(Dataset entries)
+++++
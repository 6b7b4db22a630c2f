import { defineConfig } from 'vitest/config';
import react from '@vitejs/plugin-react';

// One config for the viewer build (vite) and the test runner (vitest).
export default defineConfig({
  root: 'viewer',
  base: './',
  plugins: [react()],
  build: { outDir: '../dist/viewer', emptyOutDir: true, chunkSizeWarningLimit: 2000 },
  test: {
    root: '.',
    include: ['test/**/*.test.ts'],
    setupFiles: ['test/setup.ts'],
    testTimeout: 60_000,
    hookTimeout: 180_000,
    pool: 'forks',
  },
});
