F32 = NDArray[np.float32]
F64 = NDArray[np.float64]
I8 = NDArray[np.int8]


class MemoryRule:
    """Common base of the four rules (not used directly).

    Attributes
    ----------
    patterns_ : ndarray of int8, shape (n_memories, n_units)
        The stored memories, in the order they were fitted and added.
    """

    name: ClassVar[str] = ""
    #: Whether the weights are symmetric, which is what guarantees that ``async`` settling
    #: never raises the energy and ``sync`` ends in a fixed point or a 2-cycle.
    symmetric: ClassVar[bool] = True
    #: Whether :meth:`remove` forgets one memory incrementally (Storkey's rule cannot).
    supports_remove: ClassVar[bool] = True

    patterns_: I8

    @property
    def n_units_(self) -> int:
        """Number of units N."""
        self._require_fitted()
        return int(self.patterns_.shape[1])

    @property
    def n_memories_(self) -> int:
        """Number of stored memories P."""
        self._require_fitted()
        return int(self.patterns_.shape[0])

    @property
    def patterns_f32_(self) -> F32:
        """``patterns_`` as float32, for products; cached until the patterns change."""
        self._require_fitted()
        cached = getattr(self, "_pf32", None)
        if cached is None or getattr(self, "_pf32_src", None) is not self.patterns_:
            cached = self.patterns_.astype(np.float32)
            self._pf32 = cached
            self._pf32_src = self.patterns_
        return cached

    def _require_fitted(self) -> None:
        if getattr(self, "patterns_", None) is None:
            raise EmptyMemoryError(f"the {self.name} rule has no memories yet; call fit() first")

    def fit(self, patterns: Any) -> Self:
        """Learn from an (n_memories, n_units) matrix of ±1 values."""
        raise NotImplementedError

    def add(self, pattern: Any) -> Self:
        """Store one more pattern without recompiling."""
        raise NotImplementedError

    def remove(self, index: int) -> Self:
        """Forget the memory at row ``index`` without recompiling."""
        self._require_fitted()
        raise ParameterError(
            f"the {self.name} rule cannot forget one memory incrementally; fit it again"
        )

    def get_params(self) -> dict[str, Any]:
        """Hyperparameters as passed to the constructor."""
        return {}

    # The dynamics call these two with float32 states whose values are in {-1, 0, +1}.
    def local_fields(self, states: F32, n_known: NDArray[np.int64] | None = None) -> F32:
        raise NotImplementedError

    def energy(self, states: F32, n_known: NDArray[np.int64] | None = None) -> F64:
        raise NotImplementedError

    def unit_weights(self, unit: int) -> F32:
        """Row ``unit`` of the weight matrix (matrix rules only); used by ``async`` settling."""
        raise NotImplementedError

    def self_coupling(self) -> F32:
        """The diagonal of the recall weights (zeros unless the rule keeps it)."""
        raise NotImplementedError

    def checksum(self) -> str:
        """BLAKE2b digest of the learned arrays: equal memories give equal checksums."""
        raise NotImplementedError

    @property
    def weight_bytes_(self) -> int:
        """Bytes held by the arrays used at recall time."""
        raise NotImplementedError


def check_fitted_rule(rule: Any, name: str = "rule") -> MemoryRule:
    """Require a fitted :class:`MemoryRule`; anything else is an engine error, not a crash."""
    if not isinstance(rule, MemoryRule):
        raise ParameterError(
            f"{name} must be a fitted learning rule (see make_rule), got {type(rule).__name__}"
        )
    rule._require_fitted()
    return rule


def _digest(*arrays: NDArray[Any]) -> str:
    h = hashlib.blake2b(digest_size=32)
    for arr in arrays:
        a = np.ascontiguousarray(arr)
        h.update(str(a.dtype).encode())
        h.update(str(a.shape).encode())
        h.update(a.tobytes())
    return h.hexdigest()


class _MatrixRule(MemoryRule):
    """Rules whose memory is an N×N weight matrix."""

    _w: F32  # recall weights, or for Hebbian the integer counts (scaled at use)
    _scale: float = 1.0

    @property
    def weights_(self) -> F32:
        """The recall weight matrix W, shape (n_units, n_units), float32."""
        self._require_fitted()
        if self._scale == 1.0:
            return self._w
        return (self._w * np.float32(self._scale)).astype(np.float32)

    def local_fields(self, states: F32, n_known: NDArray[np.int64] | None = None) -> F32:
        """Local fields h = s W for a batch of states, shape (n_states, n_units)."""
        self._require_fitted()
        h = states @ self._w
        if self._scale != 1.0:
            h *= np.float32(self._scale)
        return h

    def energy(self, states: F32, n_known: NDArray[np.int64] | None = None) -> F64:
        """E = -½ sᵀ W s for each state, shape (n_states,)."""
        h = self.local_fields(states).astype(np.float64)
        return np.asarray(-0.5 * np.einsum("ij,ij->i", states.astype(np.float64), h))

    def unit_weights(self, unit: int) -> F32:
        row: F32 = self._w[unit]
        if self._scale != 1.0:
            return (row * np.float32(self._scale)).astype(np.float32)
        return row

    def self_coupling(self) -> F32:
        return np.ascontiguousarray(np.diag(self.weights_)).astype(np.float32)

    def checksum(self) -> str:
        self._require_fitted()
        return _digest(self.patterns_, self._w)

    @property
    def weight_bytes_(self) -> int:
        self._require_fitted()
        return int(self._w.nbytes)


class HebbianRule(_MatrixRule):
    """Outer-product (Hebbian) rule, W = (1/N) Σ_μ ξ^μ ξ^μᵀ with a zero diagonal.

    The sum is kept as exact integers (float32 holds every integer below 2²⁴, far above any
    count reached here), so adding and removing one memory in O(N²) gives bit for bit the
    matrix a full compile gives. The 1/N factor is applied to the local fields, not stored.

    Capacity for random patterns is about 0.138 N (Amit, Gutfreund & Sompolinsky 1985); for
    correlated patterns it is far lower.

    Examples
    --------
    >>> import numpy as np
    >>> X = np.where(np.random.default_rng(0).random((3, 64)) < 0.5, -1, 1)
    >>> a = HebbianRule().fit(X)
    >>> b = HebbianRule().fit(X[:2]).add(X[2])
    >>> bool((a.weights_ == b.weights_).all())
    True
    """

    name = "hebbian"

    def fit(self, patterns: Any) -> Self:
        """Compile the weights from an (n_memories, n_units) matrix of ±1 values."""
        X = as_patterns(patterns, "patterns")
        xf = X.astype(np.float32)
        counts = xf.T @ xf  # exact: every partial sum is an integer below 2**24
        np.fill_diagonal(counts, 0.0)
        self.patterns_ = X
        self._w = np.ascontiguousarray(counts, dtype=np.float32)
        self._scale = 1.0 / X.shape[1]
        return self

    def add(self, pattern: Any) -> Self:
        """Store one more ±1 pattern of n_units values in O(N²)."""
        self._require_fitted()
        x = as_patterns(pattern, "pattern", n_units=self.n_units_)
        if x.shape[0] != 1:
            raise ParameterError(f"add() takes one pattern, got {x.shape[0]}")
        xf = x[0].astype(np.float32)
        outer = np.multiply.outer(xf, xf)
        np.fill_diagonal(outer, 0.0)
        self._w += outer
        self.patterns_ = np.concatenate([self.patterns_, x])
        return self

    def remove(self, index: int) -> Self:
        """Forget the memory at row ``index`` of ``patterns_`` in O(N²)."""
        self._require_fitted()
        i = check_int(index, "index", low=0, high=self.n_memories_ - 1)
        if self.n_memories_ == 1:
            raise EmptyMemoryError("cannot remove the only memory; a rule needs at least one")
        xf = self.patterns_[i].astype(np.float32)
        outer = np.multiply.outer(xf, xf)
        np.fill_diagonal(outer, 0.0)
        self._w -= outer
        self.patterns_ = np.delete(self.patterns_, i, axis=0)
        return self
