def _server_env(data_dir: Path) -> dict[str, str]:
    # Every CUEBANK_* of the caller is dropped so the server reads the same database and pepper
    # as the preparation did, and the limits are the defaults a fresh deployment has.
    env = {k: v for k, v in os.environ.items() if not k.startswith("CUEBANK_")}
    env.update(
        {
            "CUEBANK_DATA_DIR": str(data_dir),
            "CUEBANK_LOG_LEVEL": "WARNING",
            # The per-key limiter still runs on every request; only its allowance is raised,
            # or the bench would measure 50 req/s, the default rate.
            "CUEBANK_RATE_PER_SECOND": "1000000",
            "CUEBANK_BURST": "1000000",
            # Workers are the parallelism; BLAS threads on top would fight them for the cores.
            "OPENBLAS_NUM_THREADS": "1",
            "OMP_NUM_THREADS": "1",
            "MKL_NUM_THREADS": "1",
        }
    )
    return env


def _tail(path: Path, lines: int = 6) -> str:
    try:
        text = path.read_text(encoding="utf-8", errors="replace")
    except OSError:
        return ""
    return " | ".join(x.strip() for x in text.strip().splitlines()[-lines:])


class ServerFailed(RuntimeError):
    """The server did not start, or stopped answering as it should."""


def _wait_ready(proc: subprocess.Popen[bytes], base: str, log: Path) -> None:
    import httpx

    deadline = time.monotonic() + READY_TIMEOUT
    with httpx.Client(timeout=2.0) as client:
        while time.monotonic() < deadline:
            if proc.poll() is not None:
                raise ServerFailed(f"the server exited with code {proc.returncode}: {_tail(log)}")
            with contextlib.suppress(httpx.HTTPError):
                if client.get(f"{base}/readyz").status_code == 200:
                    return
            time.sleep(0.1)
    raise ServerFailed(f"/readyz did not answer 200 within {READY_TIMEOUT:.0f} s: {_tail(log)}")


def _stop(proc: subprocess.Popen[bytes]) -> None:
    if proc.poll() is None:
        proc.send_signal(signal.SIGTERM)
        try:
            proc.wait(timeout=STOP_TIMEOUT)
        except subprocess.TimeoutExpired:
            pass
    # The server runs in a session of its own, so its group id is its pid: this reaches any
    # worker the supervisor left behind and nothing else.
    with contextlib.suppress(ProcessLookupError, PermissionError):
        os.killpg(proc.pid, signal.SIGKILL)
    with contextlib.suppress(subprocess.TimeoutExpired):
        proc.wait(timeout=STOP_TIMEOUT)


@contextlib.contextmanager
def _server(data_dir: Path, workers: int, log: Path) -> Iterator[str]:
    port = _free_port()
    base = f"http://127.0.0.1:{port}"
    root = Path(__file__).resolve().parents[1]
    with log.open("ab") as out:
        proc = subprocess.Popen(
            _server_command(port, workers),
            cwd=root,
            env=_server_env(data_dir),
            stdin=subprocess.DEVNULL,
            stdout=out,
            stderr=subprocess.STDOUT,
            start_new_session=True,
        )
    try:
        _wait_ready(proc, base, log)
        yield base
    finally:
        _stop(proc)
+++++
Please output only the lines from the first line of the entries through the line with "rule has no", both included, exactly as written.

### [Reply]
repository 6b7b4db22a630c2f
import { defineConfig } from 'vitest/config';
import react from '@vitejs/plugin-react';

// One config for the viewer build (vite) and the test runner (vitest).
export default defineConfig({
  root: 'viewer',
  base: './',
  plugins: [react()],
  build: { outDir: '../dist/viewer', emptyOutDir: true, chunkSizeWarningLimit: 2000 },
  test: {
    root: '.',
    include: ['test/**/*.test.ts'],
    setupFiles: ['test/setup.ts'],
    testTimeout: 60_000,
    hookTimeout: 180_000,
    pool: 'forks',
  },
});
F32 = NDArray[np.float32]
F64 = NDArray[np.float64]
I8 = NDArray[np.int8]


class MemoryRule:
    """Common base of the four rules (not used directly).

    Attributes
    ----------
    patterns_ : ndarray of int8, shape (n_memories, n_units)
        The stored memories, in the order they were fitted and added.
    """

    name: ClassVar[str] = ""
    #: Whether the weights are symmetric, which is what guarantees that ``async`` settling
    #: never raises the energy and ``sync`` ends in a fixed point or a 2-cycle.
    symmetric: ClassVar[bool] = True
    #: Whether :meth:`remove` forgets one memory incrementally (Storkey's rule cannot).
    supports_remove: ClassVar[bool] = True

    patterns_: I8

    @property
    def n_units_(self) -> int:
        """Number of units N."""
        self._require_fitted()
        return int(self.patterns_.shape[1])

    @property
    def n_memories_(self) -> int:
        """Number of stored memories P."""
        self._require_fitted()
        return int(self.patterns_.shape[0])

    @property
    def patterns_f32_(self) -> F32:
        """``patterns_`` as float32, for products; cached until the patterns change."""
        self._require_fitted()
        cached = getattr(self, "_pf32", None)
        if cached is None or getattr(self, "_pf32_src", None) is not self.patterns_:
            cached = self.patterns_.astype(np.float32)
            self._pf32 = cached
            self._pf32_src = self.patterns_
        return cached

    def _require_fitted(self) -> None:
        if getattr(self, "patterns_", None) is None:
            raise EmptyMemoryError(f"the {self.name} rule has no memories yet; call fit() first")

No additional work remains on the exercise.